Жена Гоголя и другие истории - Томмазо Ландольфи
Шрифт:
Интервал:
Закладка:
— Если угодно, да.
— Конечно, приходила, только я отдавал себе отчет, что она чисто умозрительного свойства, а точнее сказать, просто фантазия спившегося романиста.
— Как бы там ни было, я — твой внутренний (а может, и не внутренний) голос, так что давай разберемся: в результате всех трудов чего ты достиг в жизни?
— Оказался, как видишь, у разбитого корыта.
— В таком случае что ты теряешь?
— Если убью ? Напрасно стараешься. С тем же успехом можно уговаривать меня испытать сладость и горечь власти или что-то в том же роде. А кто мне даст гарантии?..

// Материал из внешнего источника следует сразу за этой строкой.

/** Who may do what: an owner runs the business, a tech works the jobs, a customer views theirs. */
export type Role = 'owner' | 'tech' | 'customer';

export interface SessionUser {
  id: string;
  email: string;
  name: string;
  role: Role;
  businessId: string;
  businessName: string;
}

/** What the API answers on sign-in, sign-up, refresh and invite acceptance. */
export interface Session {
  accessToken: string;
  refreshToken: string;
  user: SessionUser;
}

const roles: readonly Role[] = ['owner', 'tech', 'customer'];

function isRecord(value: unknown): value is Record<string, unknown> {
  return typeof value === 'object' && value !== null;
}

function isText(value: unknown): value is string {
  return typeof value === 'string' && value.length > 0;
}

export function parseSessionUser(value: unknown): SessionUser | null {
  if (!isRecord(value)) return null;
  const { id, email, name, role, businessId, businessName } = value;
  if (!isText(id) || !isText(email) || typeof name !== 'string') return null;
  if (typeof role !== 'string' || !roles.includes(role as Role)) return null;
  if (!isText(businessId) || typeof businessName !== 'string') return null;
  return { id, email, name, role: role as Role, businessId, businessName };
}

/**
 * Checks a stored or received session and keeps only the fields we use. Anything malformed
 * (an older app version's format, a hand-edited value) counts as no session at all.
 */
export function parseSession(value: unknown): Session | null {
  if (!isRecord(value)) return null;
  const { accessToken, refreshToken } = value;
  if (!isText(accessToken) || !isText(refreshToken)) return null;
  const user = parseSessionUser(value.user);
  return user ? { accessToken, refreshToken, user } : null;
}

— Ну, пошли-поехали! По общепринятому мнению, да и по твоим представлениям тоже, такое дело, как убийство, требует большой смелости, решительности и таинственности. И даже если бы так считали одни лишь эстетствующие романисты, это уже бы кое-что значило.

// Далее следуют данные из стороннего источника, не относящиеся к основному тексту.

/** Checks the form by the server's rules; the fields to send, or each problem in words. */
export function readDraft(d: ProductDraft, units: FormUnits, isNew: boolean): ReadResult {
  const problems: Problems = {};
  const blank = (f: DraftField) => d[f].trim() === '';
  const tempWords = (c: number) => `${round(units.fromC(c), 1)} ${units.temperatureSymbol}`;

  /** A typed number within a range; undefined when left empty (and allowed to be). */
  function num(
    f: DraftField,
    o: {
      min?: number;
      max?: number;
      above?: number;
      whole?: boolean;
      places?: number;
      required?: string;
      range?: string;
    },
  ): number | undefined {
    if (blank(f)) {
      if (o.required) problems[f] = o.required;
      return undefined;
    }
    const n = parseDecimal(d[f]);
    const range = o.range ?? rangeWords(o);
    if (n === null) {
      problems[f] = `Type a number${range ? ` (${range})` : ''}.`;
      return undefined;
    }
    if (o.whole && !Number.isInteger(n)) problems[f] = `Type a whole number, ${range}.`;
    else if (o.above !== undefined && !(n > o.above)) problems[f] = `Must be above ${o.above}.`;
    else if ((o.min !== undefined && n < o.min) || (o.max !== undefined && n > o.max)) {
      problems[f] = `Must be ${range}.`;
    } else if (o.places !== undefined && round(n, o.places) !== n) {
      problems[f] = `At most ${o.places} decimals.`;
    }
    return n;
  }

  /** A temperature typed in the business's unit, checked and returned in °C. */
  function temp(f: DraftField, minC: number, maxC: number, required?: string): number | undefined {
    const typed = num(f, {
      range: `${tempWords(minC)} to ${tempWords(maxC)}`,
      ...(required ? { required } : {}),
    });
    if (typed === undefined || problems[f]) return undefined;
    const c = round(units.toC(typed), 1);
    if (c < minC || c > maxC) problems[f] = `Must be ${tempWords(minC)} to ${tempWords(maxC)}.`;
    return c;
  }

  const name = d.name.trim();
  if (!name) problems.name = 'Give the product a name.';
  else if (name.length > 120) problems.name = 'At most 120 characters.';
  const unit = d.unit.trim();
  if (!unit) problems.unit = 'Say what stock is counted in (mL, g, m, each…).';
  else if (unit.length > 20) problems.unit = 'At most 20 characters.';

  const stockQty = isNew ? num('stockQty', { min: 0, max: 99_999_999, places: 3 }) : undefined;
  const amountPerUse = num('amountPerUse', { min: 0, max: 9_999_999, places: 3 });
  const lowStockAt = num('lowStockAt', { min: 0, max: 99_999_999, places: 3 });
  const cost = num('unitCost', { min: 0 });
  const unitCostMinor =
    cost === undefined ? undefined : round(cost * 10 ** units.currencyDigits, 4);
  if (unitCostMinor !== undefined && unitCostMinor > 99_999_999) {
    problems.unitCost = 'That is more than the Shelf can hold.';
  }

  const sds = d.sdsUrl.trim();
  let sdsUrl: string | null = null;
  if (sds) {
    if (!isHttpUrl(sds)) {
      problems.sdsUrl = 'The safety data sheet link must start with https:// (or http://).';
    } else if (sds.length > 500) problems.sdsUrl = 'At most 500 characters.';
    else sdsUrl = sds;
  }

  const group = GROUP_OF[d.kind];
  const properties: Record<string, unknown> = {};
  // Nothing entered is allowed: the computations then use their own cautious defaults.
  const entered = GROUP_FIELDS[group].some((f) => !blank(f));
  if (entered) {
    const need = 'Needed once any of these is entered.';
    if (group === 'abrasive') {
      const range = '0 to 10';
      properties.cutLevel = num('cutLevel', {
        min: 0,
        max: 10,
        whole: true,
        required: need,
        range,
      });
      properties.finishLevel = num('finishLevel', {
        min: 0,
        max: 10,
        whole: true,
        required: need,
        range,
      });
    } else if (group === 'solvent') {
      properties.maxDwellMin = num('maxDwellMin', { above: 0, max: 240, required: need });
      properties.maxSurfaceC = temp('maxSurface', -40, 120);
    } else if (group === 'tape') {
      properties.cleanRemovalDays = num('cleanRemovalDays', { above: 0, max: 365, required: need });
      properties.cleanRemovalDaysInSun = num('cleanRemovalDaysInSun', { above: 0, max: 365 });
    } else if (group === 'cure') {
      properties.refC = temp('refTemp', -20, 60, need);
      properties.flashMinAtRef = num('flashMin', { above: 0, max: 10_080, required: need });
      const hours = num('cureHours', { above: 0, max: 1_440, required: need });
      properties.cureMinAtRef = hours === undefined ? undefined : round(hours * 60, 1);
      properties.minC = temp('minTemp', -40, 60);
      properties.maxC = temp('maxTemp', -40, 80);
      properties.maxRhPercent = num('maxRh', { min: 0, max: 100 });
      const { minC, maxC } = properties as { minC?: number; maxC?: number };
      if (minC !== undefined && maxC !== undefined && minC > maxC && !problems.minTemp) {
        problems.minTemp = 'The lowest temperature must not be above the highest.';
      }
    } else if (group === 'cleaner') {
      const concentrateParts = num('concentrateParts', { above: 0, max: 1000, required: need });
      const waterParts = num('waterParts', { min: 0, max: 10_000, required: need });
      properties.dilution = { concentrateParts, waterParts };
    }
    for (const [k, v] of Object.entries(properties)) if (v === undefined) delete properties[k];
  }

  if (Object.keys(problems).length) return { ok: false, problems };
  return {
    ok: true,
    fields: {
      name,
      kind: d.kind,
      properties,
      unit,
      amountPerUse: amountPerUse ?? 0,
      unitCostMinor: unitCostMinor ?? 0,
      lowStockAt: lowStockAt ?? 0,
      sdsUrl,
      ...(isNew ? { stockQty: stockQty ?? 0 } : {}),
    },
  };
}

function rangeWords(o: { min?: number; max?: number; above?: number }): string {
  if (o.above !== undefined && o.max !== undefined) return `above ${o.above}, up to ${o.max}`;
  if (o.min !== undefined && o.max !== undefined) return `${o.min} to ${o.max}`;
  if (o.min !== undefined) return `${o.min} or more`;
  return '';
}

export function isHttpUrl(value: string): boolean {
  if (!/^https?:\/\//i.test(value)) return false;
  try {
    return Boolean(new URL(value).hostname);
  } catch {
    return false;
  }
}

/** Objects compared with their keys in order (the server may store them in another order). */
function canonical(v: unknown): string {
  if (Array.isArray(v)) return `[${v.map(canonical).join(',')}]`;
  if (v && typeof v === 'object') {
    const o = v as Record<string, unknown>;
    return `{${Object.keys(o)
      .sort()
      .map((k) => `${k}:${canonical(o[k])}`)
      .join(',')}}`;
  }
  return JSON.stringify(v);
}

/** The product.update to send: only the fields that changed (none: null). */
export function changesOf(
  product: ProductRow,
  fields: ProductFields,
): CommandArgs['product.update'] | null {
  const out: CommandArgs['product.update'] = { id: product.id };
  let any = false;
  const keys = [
    'name',
    'kind',
    'unit',
    'amountPerUse',
    'lowStockAt',
    'sdsUrl',
    'unitCostMinor',
  ] as const;
  for (const k of keys) {
    const next = fields[k];
    if (next === undefined) continue;
    // A helper's phone has no unit cost; only the owner edits, but never send what is unknown.
    if (k === 'unitCostMinor' && product.unitCostMinor === undefined) continue;
    if (next !== product[k]) {
      (out as Record<string, unknown>)[k] = next;
      any = true;
    }
  }
  // The server checks properties against the kind: a new kind always sends its properties.
  if (
    fields.properties !== undefined &&
    (fields.kind !== product.kind ||
      canonical(fields.properties) !== canonical(product.properties ?? {}))
  ) {
    out.properties = fields.properties;
    any = true;
  }
  return any ? out : null;
}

— «Большая смелость» — это еще не «наибольшая смелость», насчет решительности я порядком сомневаюсь, а уж при чем здесь таинственность — мне вообще непонятно.
— Как ни крути — это наивысшее оскорбление, которое сам Господь Бог ежедневно нам наносит пусть даже и ненароком.
— Уж не хочешь ли ты сказать, что, убивая, мы уподобляемся Богу?
— Образно говоря — да, но это вторая сторона дела, так сказать вкусовая.
— А первая?
— В двух словах не ответишь. Попробуй представить себе что-нибудь получше того, что тебе дано.
— Что значит — дано?
— Я имею в виду ощущения, эмоции или удовольствия (не побоимся этого благословенного слова), которые ты считаешь дозволенными, незапретными.
— Ну, допустим, представил. Понятно, куда ты клонишь.
— Никуда я не клоню, а говорю как есть.
— А я тебе заявляю, что ты меня ничуть не убедил.
— Боже праведный (вернее, неправедный), так я и знал! Пусть будет по-твоему. Разумеется, нельзя заставить человека пойти на убийство, если у него душа к этому не лежит. Я, как видишь, только помочь хотел, а ты уж сам решай, что тебе подходит. Раздобудь себе, к примеру, красивую подружку, этакую роковую женщину, и отправляйся с ней воровать на Лазурный Берег.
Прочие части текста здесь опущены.